CMSC 671: Principles of Artificial Intelligence
A study of topics central to artificial intelligence, including logic for problem-solving, intelligent search techniques, knowledge representation, inference mechanisms, expert systems and AI programming.
Prerequisite: CMSC 471 or consent of instructor.
CMSC 673: Introduction to Natural Language Processing
Natural language processing (NLP), the first non-numerical application of computing, was first studied more than 50 years ago. The ultimate goal of NLP is to enable computers to communicate with people the same way that people communicate among themselves. To do so, the computers must be able to understand and generate text. The course will introduce the students to the problems, methods, and applications of NLP.
Prerequisite: CMSC 331.
CMSC 675: Introduction to Neural Networks
A comprehensive study of fundamentals of neural networks. Topics include feed forward and recurrent networks; self-organizing networks and thermodynamic networks; supervised, unsupervised and reinforcement learning; and neural network application in function approximation, pattern analysis, optimization and associative memories.
CMSC 676: Information Retrieval
This course is an introduction to the theory and implementation of software systems designated to search through large collections of text. This course will have two main thrusts. The first is to cover the fundamentals of IR: retrieval models, search algorithms and IR evaluation.
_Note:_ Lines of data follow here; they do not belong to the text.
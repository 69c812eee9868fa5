/** Table 6.4: a single-pass test is the largest single pass, a multiple-pass test the smallest of several passes. */
import { closed, numericRange, UNLIMITED } from '../../../ranges/numeric.ts'
import { figures, isStated, single, unitOf } from '../../common/reading.ts'
import { figureRule } from '../../common/rule-kinds.ts'
import { cannotTell, show } from '../../common/wording.ts'
import type { Rule } from '../../rule.ts'
import { ownMeta } from '../meta.ts'
import { unknownLength } from '../ranges.ts'

const base = figureRule({
  meta: ownMeta('fillet-size', 'Fillet size', 'Table 6.4', 'memory', 'Table 6.4; the test itself read in 2000 (4.11.2)', 'A single-pass fillet test covers its size and smaller single-pass fillets; a multiple-pass test covers its size and larger multiple-pass fillets.', { combine: 'union' }),
  field: 'joint.filletLeg',
  at: 'weld',
  label: 'fillet size',
  dimension: 'length',
  applies: (context) => context.procedure.joint.weld === 'fillet',
  asked(context) {
    const { filletLeg } = context.procedure.joint
    const { min, max, all, fault } = figures(filletLeg, 'length', context.system)
    if (fault) return 'fault'
    if (all) return { min: null, max: null }
    return isStated(filletLeg) ? { min: min ?? max, max: max ?? min } : null
  },
  range(context, side) {
    const { system } = context
    const unit = unitOf('length', system)
    const { number } = side.coupon
    if (side.variables.joint.weld !== 'fillet') return { range: numericRange('length', unit, [{ lower: UNLIMITED, upper: UNLIMITED }]), tested: null, reason: 'A groove test covers fillets of every size.' }
    const leg = single(side.variables.joint.filletLeg, 'length', system)
    const passes = side.block?.technique.passesPerSide ?? null
    if (leg === null || passes === null) return { range: unknownLength(system), tested: leg, reason: `${number} does not record its ${leg === null ? 'fillet size' : 'passes (single or multiple)'}.`, missing: [`${number}: ${leg === null ? 'joint.filletLeg' : 'technique.passesPerSide'}`] }
    const asked = context.block ? context.block.technique.passesPerSide : passes
    if (asked !== null && asked !== passes) return { range: numericRange('length', unit, []), tested: leg, reason: `${number} is a ${passes}-pass test, which covers no ${asked}-pass fillet.` }
    return passes === 'single'
      ? { range: numericRange('length', unit, [{ lower: UNLIMITED, upper: closed(leg) }]), tested: leg, reason: `A single-pass test of ${show(leg, unit)} covers single-pass fillets up to that size.` }
      : { range: numericRange('length', unit, [{ lower: closed(leg), upper: UNLIMITED }]), tested: leg, reason: `A multiple-pass test of ${show(leg, unit)} covers multiple-pass fillets from that size up.` }
  },
  plan: (wanted, context) => `A fillet test of ${context.block?.technique.passesPerSide === 'single' ? `${show(wanted.max ?? 0, unitOf('length', context.system))} in one pass` : `${show(wanted.min ?? 0, unitOf('length', context.system))} in several passes`}.`,
})

export const filletSize: Rule = {
  ...base,
  check(context, sides, joined) {
    if (context.procedure.joint.weld !== 'fillet') return null
    if (context.block?.technique.passesPerSide === null && sides.some((side) => side.variables.joint.weld === 'fillet')) {
      const field = `${context.path}.technique.passesPerSide`
      return cannotTell('Whether the fillet is laid in one pass or in several is not stated, and the sizes covered differ.', ['procedure: technique.passesPerSide'], { field, range: joined, fixes: [{ kind: 'state', label: 'State single or multiple passes', field }] })
    }
    return base.check(context, sides, joined)
  },
}
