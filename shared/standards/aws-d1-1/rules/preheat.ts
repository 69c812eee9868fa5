/** Row 35: preheat may fall by 15 °C (25 °F), with GTAW by 55 °C (100 °F). */
import { figureOrNull } from '../../common/reading.ts'
import { lowestTemperature } from '../temperature-rule.ts'

export const preheat = lowestTemperature('preheat', 'minimum preheat', (side, system) => figureOrNull(side.variables.preheat.minimum, 'temperature', system))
The second is to give a taste of the implementation issues through the construction and use of a text search engine.
Prerequisite: CMSC 341
CMSC 678: Introduction to Machine Learning
This course will cover fundamental concepts, methodologies, and algorithms related to machine learning, including the following: decision trees, perceptrons, logistic regression, linear discriminant analysis, linear and non-linear regression, basis functions, support vector machines, neural networks, genetic algorithms, reinforcement learning, naive Bayes and Bayesian networks, bias/variance theory, ensemble methods, clustering, evaluation methodologies, and experiment design.
Prerequisite: CMSC 471 or 671, or permission of the instructor.
CMSC 691: Special Topics in Computer Science
Technical courses on specialized or emerging computer science topics offered on a periodic or as-needed basis. Topics may include the semantic web, data privacy, forensics, or malware analysis.
Prerequisite: Depending on the course(s) offered, technical pre-requisites will be indicated; contact the section’s instructor for pre-requisites and eligibility.